— Я сейчас встретил вашего ментора, — сказал он, — он имеет вид сумасшедшего — пробежал мимо меня, крикнул, что вы здесь, в этой аллее и чтобы я вас вывел из Пале-Рояля. Пойдемте, я понимаю слова ваши и нисколько на них не обижаюсь. Теперь у нас такие времена, что люди то и дело теряют рассудок. Отчего же бы вам было и меня не почесть сумасшедшим; но только вы ошиблись — я здесь затем же, зачем, вероятно, и вы. Я пришел взглянуть на это зрелище, которое ничто иное, как первый акт мировой трагедии. Может быть, помните — я хвастался перед вами, что засел в свою берлогу и не выйду из нее, пока не вытащат силой, — так ведь и положил себе, а вот и не стерпел, приехал в этот проклятый Париж посмотреть, что здесь делается, узнать, скоро ли мне ждать гостей, которые придут за моею рухлядью и за моею головою… Теперь, должно быть, скоро! — совершенно серьезно и с видимым убеждением прибавил он.
Они спешно вышли из сада и подходили к одному из пассажей. Сергей заметил, что народу гораздо меньше, крики тоже почти утихли. Мужчины и женщины, обгоняя друг друга, спешили к выходу из пассажа.
— Притихли немного, — прошептал Сент-Альмэ, — да ведь это на несколько минут только, теперь их настроили в «Hotel de Ville». Сегодня, видите ли, у них торжество женщин, решено, что в этих беспорядках будут действовать женщины; расчет верный — в мужчин скорее бы стрелять стали, а в этих не решатся. Теперь вот несколько сотен мегер ворвутся в «Hotel de Ville», и можно себе представить, что там будет. Я так полагаю, что сегодняшний день кончится чем-нибудь решительным — эти господа знают, что делают.

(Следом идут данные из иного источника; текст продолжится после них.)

def gee_test(
    y: np.ndarray,
    X: np.ndarray,
    cluster: np.ndarray,
    L: np.ndarray,
    family: str,
    *,
    working: Literal["exchangeable", "independence"] = "exchangeable",
    small_sample: bool = True,
) -> GeeTest:
    """GEE Wald test of a fixed-effects term for a binary or count response.

    Fits ``E[y] = g^-1(X beta)`` (logit link for ``family="binomial"``, log link
    for ``"poisson"``) by generalised estimating equations (Liang & Zeger 1986,
    Biometrika 73:13-22) with ``cluster`` as the experimental unit, using
    statsmodels' ``GEE``. The working correlation is exchangeable by default;
    its moment estimator is the one without degrees-of-freedom adjustment
    (``ddof_scale=0``), which reproduces R geepack's ``geeglm`` estimates.
    The scale is fixed at 1 (binomial / Poisson variance).

    The covariance of beta is the bias-reduced sandwich of Mancl & DeRouen
    (2001, Biometrics 57:126-134; statsmodels ``cov_type="bias_reduced"``):
    ``A^-1 [sum_i D_i' V_i^-1 (I - H_i)^-1 r_i r_i' (I - H_i)^-T V_i^-1 D_i] A^-1``
    with ``A = sum_i D_i' V_i^-1 D_i`` and ``H_i = D_i A^-1 D_i' V_i^-1``.
    For an independence working model it equals the CR3 cluster-robust
    covariance (checked against R clubSandwich in the tests).

    The Wald statistic ``chi2 = (L b)' (L C L')^-1 (L b)`` is referred, as
    F = chi2 / q, to F(q, G - p) when ``small_sample`` (Li & Redden 2015,
    Statistics in Medicine 34:281-296, for q = 1; common practice for q > 1),
    otherwise to chi2(q).

    Raises :class:`DesignError` for bad input, for separation (fitted means at
    0 or 1: a design cell with only 0s or only 1s, or a count cell with only
    0s), when some unit alone determines a coefficient (bias-reduced covariance
    undefined, e.g. a treatment level with a single unit), and when the fit
    fails. Non-convergence of the iterations is not an error: it is reported
    with ``converged=False``. statsmodels warnings are suppressed.
    """
    fam = _family(family)
    arr = _response(y)
    n = arr.shape[0]
    _check_family_values(arr, fam)
    xmat = _design(X, n)
    p = xmat.shape[1]
    lmat = _hypothesis(L, p)
    q = lmat.shape[0]
    codes, g = _codes(cluster, n, "cluster")
    if working not in ("exchangeable", "independence"):
        raise DesignError(
            f"working correlation must be exchangeable or independence, got {working!r}"
        )
    if g < 2:
        raise DesignError("GEE needs at least 2 experimental units")
    sizes = np.bincount(codes, minlength=g)
    if working == "exchangeable" and not np.any(sizes >= 2):
        raise DesignError(
            "every experimental unit has a single row; there is no clustering to model"
        )
    df_den = float(g - p)
    if small_sample and df_den < 1:
        raise DesignError(
            f"{g} experimental units leave no degrees of freedom for {p} coefficients"
        )

    if _max_unit_leverage(xmat, codes, g) >= _FULL_LEVERAGE:
        raise DesignError(_LONE_UNIT)

    # imported here: the GEE module costs a fifth of a second to load and only
    # yes/no and count responses need it
    from statsmodels.genmod import cov_struct as structures
    from statsmodels.genmod import families
    from statsmodels.genmod.generalized_estimating_equations import GEE

    fam_obj = families.Binomial() if fam == "binomial" else families.Poisson()
    cov_struct = (
        structures.Exchangeable() if working == "exchangeable" else structures.Independence()
    )
    with warnings.catch_warnings(record=True) as caught:
        warnings.simplefilter("always")
        try:
            model = GEE(arr, xmat, groups=codes, family=fam_obj, cov_struct=cov_struct)
            res = model.fit(maxiter=100, ctol=1e-8, cov_type="bias_reduced", ddof_scale=0)
        except np.linalg.LinAlgError as exc:
            raise DesignError(_LONE_UNIT) from exc
        except (ValueError, FloatingPointError) as exc:
            raise DesignError(f"the GEE fit failed: {exc}") from exc
    if res is None or res.cov_robust_bc is None:
        raise DesignError("the GEE fit failed: singular working covariance or update")
    from statsmodels.tools.sm_exceptions import ConvergenceWarning, IterationLimitWarning

    converged = not any(
        issubclass(w.category, ConvergenceWarning | IterationLimitWarning) for w in caught
    )

    beta = np.asarray(res.params, dtype=float)
    cov = np.asarray(res.cov_robust_bc, dtype=float)
    with np.errstate(over="ignore"):
        eta = xmat @ beta
        mu = special.expit(eta) if fam == "binomial" else np.exp(eta)
    if not (np.all(np.isfinite(beta)) and np.all(np.isfinite(cov))):
        raise DesignError(
            "the GEE fit gave non-finite estimates (separation or a degenerate design)"
        )
    edge = np.minimum(mu, 1.0 - mu) if fam == "binomial" else mu
    if float(edge.min()) < _BOUNDARY:
        what = (
            "only 0s or only 1s (separation)"
            if fam == "binomial"
            else "only zero counts (log rate minus infinity)"
        )
        raise DesignError(
            f"some treatment level or design cell has {what}; "
            "the GEE Wald test is undefined, use the unit-level test"
        )

    est = lmat @ beta
    lcl = lmat @ cov @ lmat.T
    try:
        chi2 = float(est @ np.linalg.solve(lcl, est))
    except np.linalg.LinAlgError as exc:
        raise DesignError("the covariance of the tested contrasts is singular") from exc
    if not np.isfinite(chi2) or chi2 < 0:
        raise DesignError("the covariance of the tested contrasts is not positive definite")
    alpha = float(np.asarray(res.model.cov_struct.dep_params)) if working == "exchangeable" else 0.0
    link = "logit" if fam == "binomial" else "log"
    if small_sample:
        stat = chi2 / q
        pval = float(dist.f_sf(stat, q, df_den))
        ref = f"F({q}, {g} - {p})"
        den: float | None = df_den
    else:
        stat = chi2
        pval = float(dist.chi2_sf(chi2, q))
        ref = f"chi-square({q})"
        den = None
    return GeeTest(
        statistic=float(stat),
        df_num=float(q),
        df_den=den,
        p_value=pval,
        estimate=float(est[0]) if q == 1 else None,
        std_error=float(np.sqrt(lcl[0, 0])) if q == 1 else None,
        working_correlation=alpha,
        family=fam,
        n_clusters=g,
        converged=converged,
        method=(
            f"GEE ({fam}, {link} link, {working} working correlation), Wald test with "
            f"Mancl-DeRouen bias-reduced covariance, {ref}"
        ),
        coefficients=beta,
        covariance=cov,
    )


# ----------------------------------------------------------------------------
# unit-level summary test


@dataclass(frozen=True)
class UnitSummaryTest:
    """Test on one summary value per experimental unit.

    ``statistic`` is the one-way ANOVA F on the unit values with ``df`` =
    (k - 1, G - k); for two levels it equals the square of Student's pooled t,
    given signed in ``t_statistic`` together with ``estimate`` = mean unit value
    of the second level minus that of the first (``None`` for k > 2).
    ``unit_values[i]`` and ``unit_level[i]`` belong to unit code i (units
    numbered ``0..G-1`` in increasing order of the input codes; levels likewise).
    """

    statistic: float
    df: tuple[float, float]
    p_value: float
    unit_values: np.ndarray
    unit_level: np.ndarray
    measure: str
    method: str
    t_statistic: float | None = None
    estimate: float | None = None


def unit_summary_test(y: np.ndarray, unit: np.ndarray, level: np.ndarray) -> UnitSummaryTest:
    """Compare treatment levels on per-unit proportions or mean counts.

    Each experimental unit is reduced to the mean of its rows: the proportion
    of 1s for a 0/1 response, the mean count per row otherwise. Those G values
    are compared by Student's pooled two-sample t test (2 levels) or one-way
    ANOVA (more levels), with G - k residual df - the cluster-level analysis of
    Donner & Klar (2000) and Hayes & Moulton (2017), and the
    exact analogue of the unit-means analysis of a continuous response. Units
    are weighted equally.

    The treatment level must be constant within each unit. Raises
    :class:`DesignError` when it is not, when there are fewer than 2 levels or
    no residual df (every level has a single unit), when the unit values do
    not vary within levels, or when the response is negative.
    """
    arr = _response(y)
    n = arr.shape[0]
    if np.any(arr < 0.0):
        raise DesignError("a unit-level proportion / count test needs a non-negative response")
    binary = bool(np.all((arr == 0.0) | (arr == 1.0)))
    ucodes, g = _codes(unit, n, "unit")
    lcodes, _ = _codes(level, n, "treatment level")
    per_unit = _unit_levels(ucodes, lcodes, g)
    k = int(np.unique(per_unit).size)
    if k < 2:
        raise DesignError("a unit-level comparison needs at least 2 treatment levels")
    if g - k < 1:
        raise DesignError(
            f"every treatment level has a single experimental unit ({g} units, {k} levels); "
            "treatment is confounded with unit and cannot be tested"
        )
    values, _ = group_means(ucodes, arr)
    level_means, _ = group_means(per_unit, values)
    if float(np.sum((values - level_means[per_unit]) ** 2)) == 0.0:
        raise DesignError(
            "the unit values do not vary within any treatment level; "
            "the unit-level test is undefined"
        )
    measure = "proportion" if binary else "mean count"
    if k == 2:
        res = two_sample_t(values, per_unit, equal_var=True)
        t = res.statistic
        return UnitSummaryTest(
            statistic=float(t * t),
            df=(1.0, float(res.df[0])),
            p_value=res.p_value,
            unit_values=values,
            unit_level=per_unit,
            measure=measure,
            method=f"Student two-sample t on unit {measure}s (reported as F = t^2)",
            t_statistic=float(t),
            estimate=res.estimate,
        )
    res = oneway_anova(values, per_unit)
    return UnitSummaryTest(
        statistic=res.statistic,
        df=(float(res.df[0]), float(res.df[1])),
        p_value=res.p_value,
        unit_values=values,
        unit_level=per_unit,
        measure=measure,
        method=f"one-way ANOVA on unit {measure}s",
    )


# ----------------------------------------------------------------------------
# overdispersion at the unit level


@dataclass(frozen=True)
class Overdispersion:
    """Pearson test of extra-binomial / extra-Poisson variation between units.

    ``dispersion`` = ``chi2 / df`` (1 when unit totals vary as binomial /
    Poisson counts would). ``p_value`` is the upper tail of chi2(df).
    ``n_units`` counts the units that enter the statistic (units in a
    treatment level whose pooled proportion is 0 or 1, or whose pooled rate is
    0, carry no information and are left out); ``mean_unit_size`` is their
    mean number of rows.
    """

    family: str
    dispersion: float
    chi2: float
    df: int
    p_value: float
    n_units: int
    mean_unit_size: float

В это время с ними поравнялся худощавый, довольно высокого роста молодой человек. Он пристально взглянул на них своими блестящими, впалыми глазами, насмешливо и горделиво усмехнулся и прошел дальше. Обгонявшие его мужчины и женщины почтительно ему кланялись.
— Вы не знаете, кто это? — спросил Сергей Сент-Альмэ.
— Как не знать, это именно один из «этих господ», да еще самый влиятельный. Он знает два-три театральных приема и всегда успешно действует ими на толпу — это Дэмулен.
— И вы говорите, что этот человек имеет большое влияние?
— Еще бы, конечно. Я знаю, что он хвалится, и не без основания, что французская революция и новая эра, как они ее называют, обязана ему всем. Этот Дэмулен, Лустало, Бриссо и Марат — вот властители Парижа, распоряжающиеся судьбами Франции, и в этом заключается злая ирония судьбы. Я имел случай знать всех этих лиц до того времени, как они начали свою блистательную карьеру. Я смотрю на все это со стороны, хладнокровно — вы можете поверить словам моим. Я сейчас скажу вам, кто эти люди, эти вожди народа. Несколько месяцев тому назад Дэмулен был адвокатом без всякой практики — он доказал свою неспособность, незнание законов и тщетно искал себе дела. Он жил в крошечной комнатке весь в долгу. Вот он теперь не узнает меня, а ведь он и мне должен, впрочем, когда я давал ему двести франков, я и не рассчитывал их получить когда-нибудь обратно. Он жил только на те незначительные суммы, которые изредка высылал ему старик-отец. Лустало был совершенно оборванцем; я помню, что он тщетно искал какого-нибудь служебного местечка и потом его пристроили куда-то с несколькими сотнями франков жалованья. Бриссо старался пристроиться к какой-нибудь газетке, которая помещала бы тот вздор, какой он кропал, но ему постоянно возвращали его рукописи. Знаменитее всех их был Марат — он считал себя писателем, ученым, философом. Но как писатель он жестоко освистан, как ученый он был уличен в шарлатанстве — физик Шарль доказал это. В качестве философа он нес такую ахинею, что совестно было слушать. И знаете ли, чем он завершил свою карьеру? Он поступил помощником младшего ветеринара конюшен графа д'Артуа. Ну, а теперь все они всемогущи, все они гении…
— Я не знал этих подробностей, — печально сказал Сергей, — но с меня достаточно утренних листков, газеток — ведь в них ни одного талантливого и искреннего слова!
— Еще бы, — перебил Сент-Альмэ, — что же такие люди могут сказать?! Но дело в том, что от них и не требуется ни ума, ни таланта, ни убеждений. Им не нужно ничего доказывать, они всходят на свою трибуну и кричат: «Народ!..»
— Народ! — перебил Сергей. — Ведь тут фальшь в самом начале!